工房通信 悠悠: 木工家具職人の現場から

切削方向を考えて(面取盤の安全な活用 ─ 2/2)

ルーター+面取り盤
画像は座卓の脚部の成形加工の作業。
手前に「ピンルーター(ルーターマシーン)」、後ろが「高速面取盤」(画像は合成)
厚みが3寸(90mm)ほどあるので、こうした厚みの成形加工(倣い加工)は一般には「高速面取盤」で行うものだが、曲面のRが結構きついデザインで、どっちから運行させても部分的には大きな逆目となり、材厚を併せ含め考えれば、かなりリスクが高くなる。
そこで回転が逆になる「ピンルーター」との併用を行うことで、このリスクを回避する。
大きな工場では、こうしたことを想定した「2軸高速面取盤」というものを設置していたりするらしい(見たことはないが、世話になった親方のところではこれがあったらしい)

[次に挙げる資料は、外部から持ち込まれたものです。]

pub(crate) fn draw_marker(svg: &mut Svg, shape: Shape, x: f64, y: f64, r: f64, color: Rgb) {
    let st = Stroke::solid(color, 2.0);
    let fill = Some((palette::WHITE, 1.0));
    match shape {
        Shape::Circle => svg.circle(x, y, r, fill, Some(&st)),
        Shape::Square => {
            let a = 0.9 * r;
            svg.rect(x - a, y - a, 2.0 * a, 2.0 * a, fill, Some(&st));
        }
        Shape::Diamond => {
            let a = 1.25 * r;
            svg.polygon(&[(x, y - a), (x + a, y), (x, y + a), (x - a, y)], (palette::WHITE, 1.0), Some(&st));
        }
        Shape::TriangleUp => {
            let a = 1.3 * r;
            svg.polygon(&[(x, y - a), (x + 0.87 * a, y + 0.5 * a), (x - 0.87 * a, y + 0.5 * a)], (palette::WHITE, 1.0), Some(&st));
        }
        Shape::TriangleDown => {
            let a = 1.3 * r;
            svg.polygon(&[(x, y + a), (x + 0.87 * a, y - 0.5 * a), (x - 0.87 * a, y - 0.5 * a)], (palette::WHITE, 1.0), Some(&st));
        }
    }
}

/// Range of the finite values in axis space (log10 for log axes, positives only).
fn data_extent(values: impl Iterator<Item = f64>, log: bool) -> Option<(f64, f64)> {
    let mut lo = f64::INFINITY;
    let mut hi = f64::NEG_INFINITY;
    for v in values {
        if !v.is_finite() || (log && v <= 0.0) {
            continue;
        }
        let a = if log { v.log10() } else { v };
        lo = lo.min(a);
        hi = hi.max(a);
    }
    (lo <= hi).then_some((lo, hi))
}

/// Axis-space range for an axis: the fixed range, or the data extent with a little padding.
fn axis_range(axis: &Axis, values: Vec<f64>) -> (f64, f64) {
    if let Some((a, b)) = axis.range {
        let ok = a.is_finite() && b.is_finite() && b > a && (!axis.log || a > 0.0);
        if ok {
            return if axis.log { (a.log10(), b.log10()) } else { (a, b) };
        }
    }
    match data_extent(values.into_iter(), axis.log) {
        Some((lo, hi)) if hi > lo => {
            if axis.log {
                // Pad to a little beyond the data (5% of the span in log space).
                let pad = 0.03 * (hi - lo);
                (lo - pad, hi + pad)
            } else {
                let pad = 0.05 * (hi - lo);
                (lo - pad, hi + pad)
            }
        }
        Some((lo, _)) => {
            let w = if axis.log { 0.5 } else if lo == 0.0 { 1.0 } else { 0.1 * lo.abs() };
            (lo - w, lo + w)
        }
        // No data: one decade (log) or [0, 1] (linear).
        None => (0.0, 1.0),
    }
}

/// Clips the segment p–q (axis space) to the box; Liang–Barsky.
pub(crate) fn clip(p: (f64, f64), q: (f64, f64), b: (f64, f64, f64, f64)) -> Option<((f64, f64), (f64, f64))> {
    let (x0, x1, y0, y1) = b;
    let (dx, dy) = (q.0 - p.0, q.1 - p.1);
    let mut t0 = 0.0f64;
    let mut t1 = 1.0f64;
    for (pk, qk) in [(-dx, p.0 - x0), (dx, x1 - p.0), (-dy, p.1 - y0), (dy, y1 - p.1)] {
        if pk == 0.0 {
            if qk < 0.0 {
                return None;
            }
        } else {
            let r = qk / pk;
            if pk < 0.0 {
                t0 = t0.max(r);
            } else {
                t1 = t1.min(r);
            }
            if t0 > t1 {
                return None;
            }
        }
    }
    // Unclipped ends are returned exactly (p + 1·(q − p) can differ from q in the last bit,
    // which would break a polyline in two at every sample).
    let a = if t0 == 0.0 { p } else { (p.0 + t0 * dx, p.1 + t0 * dy) };
    let b = if t1 == 1.0 { q } else { (p.0 + t1 * dx, p.1 + t1 * dy) };
    Some((a, b))
}

/// Splits a series into drawable polylines in axis space, clipped to the box; gaps (None,
/// non-finite or non-positive values on log axes) break the line.
pub(crate) fn polylines(
    pts: &[Option<(f64, f64)>],
    xlog: bool,
    ylog: bool,
    bx: (f64, f64, f64, f64),
) -> Vec<Vec<(f64, f64)>> {
    let tr = |p: Option<(f64, f64)>| -> Option<(f64, f64)> {
        let (x, y) = p?;
        if !x.is_finite() || !y.is_finite() || (xlog && x <= 0.0) || (ylog && y <= 0.0) {
            return None;
        }
        Some((if xlog { x.log10() } else { x }, if ylog { y.log10() } else { y }))
    };
    let mut out: Vec<Vec<(f64, f64)>> = Vec::new();
    let mut cur: Vec<(f64, f64)> = Vec::new();
    let mut prev: Option<(f64, f64)> = None;
    for &p in pts {
        let a = tr(p);
        match (prev, a) {
            (Some(p0), Some(p1)) => match clip(p0, p1, bx) {
                Some((c0, c1)) => {
                    if cur.is_empty() {
                        cur.push(c0);
                    } else if let Some(&last) = cur.last() {
                        if last != c0 {
                            out.push(std::mem::take(&mut cur));
                            cur.push(c0);
                        }
                    }
                    cur.push(c1);
                }
                None => {
                    if cur.len() > 1 {
                        out.push(std::mem::take(&mut cur));
                    }
                    cur.clear();
                }
            },
            (None, Some(p1)) => {
                if cur.len() > 1 {
                    out.push(std::mem::take(&mut cur));
                }
                cur.clear();
                // A lone point inside the box starts a line.
                if p1.0 >= bx.0 && p1.0 <= bx.1 && p1.1 >= bx.2 && p1.1 <= bx.3 {
                    cur.push(p1);
                }
            }
            (_, None) => {
                if cur.len() > 1 {
                    out.push(std::mem::take(&mut cur));
                }
                cur.clear();
            }
        }
        prev = a;
    }
    if cur.len() > 1 {
        out.push(cur);
    }
    out
}

/// The ranges the figure will show, in axis space: (x0, x1, y0, y1).
pub(crate) fn ranges(fig: &Figure, plot_w: f64, plot_h: f64) -> (f64, f64, f64, f64) {
    let mut xs = Vec::new();
    let mut ys = Vec::new();
    for s in &fig.series {
        for (x, y) in s.points.iter().flatten() {
            xs.push(*x);
            ys.push(*y);
        }
    }
    for m in &fig.markers {
        for (x, y) in &m.points {
            xs.push(*x);
            ys.push(*y);
        }
        for e in &m.error_bars {
            ys.push(e.lo);
            ys.push(e.hi);
        }
    }
    let (mut x0, mut x1) = axis_range(&fig.x, xs);
    let (mut y0, mut y1) = axis_range(&fig.y, ys);
    if fig.equal_aspect && !fig.x.log && !fig.y.log {
        // Widen the axis with fewer data units per pixel.
        let ux = (x1 - x0) / plot_w;
        let uy = (y1 - y0) / plot_h;
        if ux > uy {
            let c = 0.5 * (y0 + y1);
            let h = 0.5 * ux * plot_h;
            y0 = c - h;
            y1 = c + h;
        } else {
            let c = 0.5 * (x0 + x1);
            let h = 0.5 * uy * plot_w;
            x0 = c - h;
            x1 = c + h;
        }
    }
    (x0, x1, y0, y1)
}

// ---------------------------------------------------------------------------------------------
// Drawing

/// Draws a figure: SVG text plus the plot frame.
///
/// # Errors
/// None in practice ([`PlotError`] is kept in the signature for callers; the SVG is written
/// into a `String`).
pub fn render(fig: &Figure) -> Result<(String, PlotFrame), PlotError> {
    let (w, h) = (fig.width.max(200), fig.height.max(160));
    let ty = Type::for_size(w as f64, h as f64);
    let styles = colour::distinct_styles(&fig.series);
    let shapes = marker_shapes(fig);
    let entries = legend_entries(fig, &styles, &shapes);
    let (lay, inside_legend) = place(fig, ty, &entries);
    let (x0, x1, y0, y1) = lay.r;
    let p = lay.plot;
    let frame = PlotFrame {
        left: p.x,
        top: p.y,
        width: p.w,
        height: p.h,
        x_min: if fig.x.log { 10f64.powf(x0) } else { x0 },
        x_max: if fig.x.log { 10f64.powf(x1) } else { x1 },
        y_min: if fig.y.log { 10f64.powf(y0) } else { y0 },
        y_max: if fig.y.log { 10f64.powf(y1) } else { y1 },
        x_log: fig.x.log,
        y_log: fig.y.log,
        svg_width: w,
        svg_height: h,
    };
    let bx = (x0, x1, y0, y1);
    let tx = |v: f64| if fig.x.log { v.log10() } else { v };
    let tyf = |v: f64| if fig.y.log { v.log10() } else { v };
    let mut svg = Svg::new(w, h);
    svg.rect(0.0, 0.0, w as f64, h as f64, Some((palette::WHITE, 1.0)), None);

    // Bands first (under everything).
    for band in &fig.bands {
        let bx0 = if fig.x.log && band.x0 <= 0.0 { f64::NEG_INFINITY } else { tx(band.x0) };
        let bx1 = if fig.x.log && band.x1 <= 0.0 { f64::NEG_INFINITY } else { tx(band.x1) };
        let (a, b2) = (bx0.max(x0), bx1.min(x1));
        if a < b2 {
            let (pa, pb) = (lay.px(a), lay.px(b2));
            svg.rect(pa, p.y, pb - pa, p.h, Some((band.color, band.opacity.clamp(0.0, 1.0))), None);
        }
    }
    // Heat-map cells (over the bands, under the grid and the series).
    if let Some(heat) = &fig.heat {
        let to_px = |x: f64, y: f64| lay.to_px((tx(x).clamp(x0, x1), tyf(y).clamp(y0, y1)));
        heatmap::draw_cells(&mut svg, heat, &to_px);
    }
    // Grid lines at major ticks (light over a heat map).
    let grid = if fig.heat.is_some() {
        Stroke { color: palette::WHITE, width: 0.8, opacity: 0.45, dash: Vec::new(), round_cap: false }
    } else {
        Stroke::solid(palette::GRID, 0.8)
    };
    for t in lay.xt.ticks.iter().filter(|t| t.major) {
        let x = lay.px(t.at);
        svg.path(&[(x, p.y), (x, p.bottom())], &grid);
    }
    for t in lay.yt.ticks.iter().filter(|t| t.major) {
        let y = lay.py(t.at);
        svg.path(&[(p.x, y), (p.right(), y)], &grid);
    }

    // Series: fills, then strokes.
    for (s, st) in fig.series.iter().zip(&styles) {
        let stroke = stroke_of(st);
        for line in polylines(&s.points, fig.x.log, fig.y.log, bx) {
            let px: Vec<(f64, f64)> = line.iter().map(|q| lay.to_px(*q)).collect();
            if let Some((fc, op)) = st.fill {
                svg.polygon(&px, (fc, op.clamp(0.0, 1.0)), None);
            }
            svg.path(&px, &stroke);
        }
    }

    // Markers and error bars.
    let inside = |x: f64, y: f64| x.is_finite() && y.is_finite() && x >= x0 && x <= x1 && y >= y0 && y <= y1;
    for (m, sh) in fig.markers.iter().zip(&shapes) {
        let st = Stroke::solid(m.color, 1.6);
        for e in &m.error_bars {
            let (ex, lo, hi) = (tx(e.x), tyf(e.lo), tyf(e.hi));
            if let Some((a, b)) = (ex.is_finite() && lo.is_finite() && hi.is_finite()).then(|| clip((ex, lo), (ex, hi), bx)).flatten() {
                let (pa, pb) = (lay.to_px(a), lay.to_px(b));
                svg.path(&[pa, pb], &st);
                for end in [pa, pb] {
                    svg.path(&[(end.0 - 4.5, end.1), (end.0 + 4.5, end.1)], &st);
                }
            }
        }
        for &(x, y) in &m.points {
            let (ax, ay) = (tx(x), tyf(y));
            if inside(ax, ay) {
                let (px, py) = lay.to_px((ax, ay));
                draw_marker(&mut svg, *sh, px, py, m.radius.max(2) as f64, m.color);
            }
        }
    }

    // Frame, ticks, tick labels.
    let axis = Stroke::solid(palette::AXIS, 1.0);
    svg.rect(p.x, p.y, p.w, p.h, None, Some(&axis));
    let tick_text = |svg: &mut Svg, x: f64, y: f64, s: &str, anchor: Anchor| {
        svg.text(&TextSpec { x, y, text: s, size: ty.tick, anchor, bold: false, rotate: 0.0, color: palette::INK });
    };
    for tk in &lay.xt.ticks {
        let x = lay.px(tk.at);
        let len = if tk.major { ty.tick_len } else { 0.55 * ty.tick_len };
        svg.path(&[(x, p.bottom()), (x, p.bottom() + len)], &axis);
        if tk.major && !tk.label.is_empty() {
            tick_text(&mut svg, x, lay.xtick_base(), &tk.label, Anchor::Middle);
        }
    }
    for tk in &lay.yt.ticks {
        let y = lay.py(tk.at);
        let len = if tk.major { ty.tick_len } else { 0.55 * ty.tick_len };
        svg.path(&[(p.x - len, y), (p.x, y)], &axis);
        if tk.major && !tk.label.is_empty() {
            tick_text(&mut svg, p.x - ty.tick_len - ty.gap, y + centre_baseline(ty.tick), &tk.label, Anchor::End);
        }
    }
    if let Some(f) = &lay.xt.factor {
        tick_text(&mut svg, p.right(), lay.xlab_base(), f, Anchor::End);
    }
    if let Some(f) = &lay.yt.factor {
        tick_text(&mut svg, p.x, p.y - ty.gap - DESCENT * ty.tick, f, Anchor::Start);
    }

    // Axis titles and the figure title.
    let xl_centre = 0.5 * (p.x + lay.xlab_right());
    for (k, line) in lay.xlab.iter().enumerate() {
        svg.text(&TextSpec {
            x: xl_centre,
            y: lay.xlab_base() + k as f64 * pitch(ty.label),
            text: line,
            size: ty.label,
            anchor: Anchor::Middle,
            bold: false,
            rotate: 0.0,
            color: palette::INK,
        });
    }
    let yc = p.y + 0.5 * p.h;
    for (k, line) in lay.ylab.iter().enumerate() {
        svg.text(&TextSpec {
            x: ty.pad + ASCENT * ty.label + k as f64 * pitch(ty.label),
            y: yc,
            text: line,
            size: ty.label,
            anchor: Anchor::Middle,
            bold: false,
            rotate: -90.0,
            color: palette::INK,
        });
    }
    for (k, line) in lay.title.iter().enumerate() {
        svg.text(&TextSpec {
            x: ty.pad,
            y: ty.pad + ASCENT * ty.title + k as f64 * pitch(ty.title),
            text: line,
            size: ty.title,
            anchor: Anchor::Start,
            bold: true,
            rotate: 0.0,
            color: palette::INK,
        });
    }

    if let (Some(heat), Some(bar)) = (&fig.heat, &lay.bar) {
        heatmap::draw_colour_bar(&mut svg, heat, bar, &ty, p);
    }
    if let Some((b, a)) = &inside_legend {
        draw_legend(&mut svg, &lay.ty, b, a, true);
    }
    if let Some((b, a)) = &lay.outside {
        // The layout's type: a long legend on a small figure may use a smaller legend size.
        draw_legend(&mut svg, &lay.ty, b, a, false);
    }
    Ok((svg.finish(), frame))
}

確かに「ピンルーター」では「高速面取盤」に較べその切削力ははるかに劣る。
しかし逆目切削で過度な負荷が掛かり、材を破損するよりは良いだろう。
厚みへの対応は、深さ設定を2度に分けてやればさほどの問題ではない。
面取り盤このような理由から機械のレイアウトも隣り合わせに設置する。
曲面切削における良いコンビネーションというわけだ。
さて、前回の工場内での退職前の職人さん。
面取盤に張り付いて、どのような作業をしていたのか詳しく観察していたわけではないが、よどみのない動作で作業に専念していたようだし、また先輩職人がアドバイスするような気配もなかったので、良い結果を得られたのであろう。
ルーターやら、面取盤やら、いわゆる木工房では、決して普及している機械ではないようなのだが、その決して小さくない理由の1つとして、この種の機械はキケン、
木工房が積極的に使うようなものではない、といった頓珍漢で間違った噂が流布しているという話しも漏れ伝わってきている。
こうした見解がこれらの機械にどれだけ習熟してのものであるのかは知らないが、これらの機械の性能と、その特性をよく理解し、これを自家薬籠中のものとしていくならば、私たち木工房における製作加工精度の高度化、生産性の高度化にどれだけ寄与してくれるのか、これはやはり経験してみなければ理解できないのかも知れないね。
いずれ機会があれば、この彼女にこれらに関する見解を質したいと思うが、恐らくはボクの認識と大きな違いを語ると言うようなことは無いだろう。
では、こうした木工機械を使うことのできない環境で同様の曲面加工をする場合、どのような手法があるのだろうか。
恐らくは帯ノコで丁寧にカットし、後は手鉋、つまり反台鉋、南京鉋の類でのアプローチとなるだろうかね。
厚みがあるので、これを高精度で仕上げるのは、かなりの難易度がある。
あるいは、サンディングマシーンでの成型加工というような手法があるのかもしれないが、これは当然にも切削精度において期待できるものとはならない。
前回触れた家具製造会社でそのようなことを試みたとすれば、親方からの手厳しい叱責を受けること請け合いだね。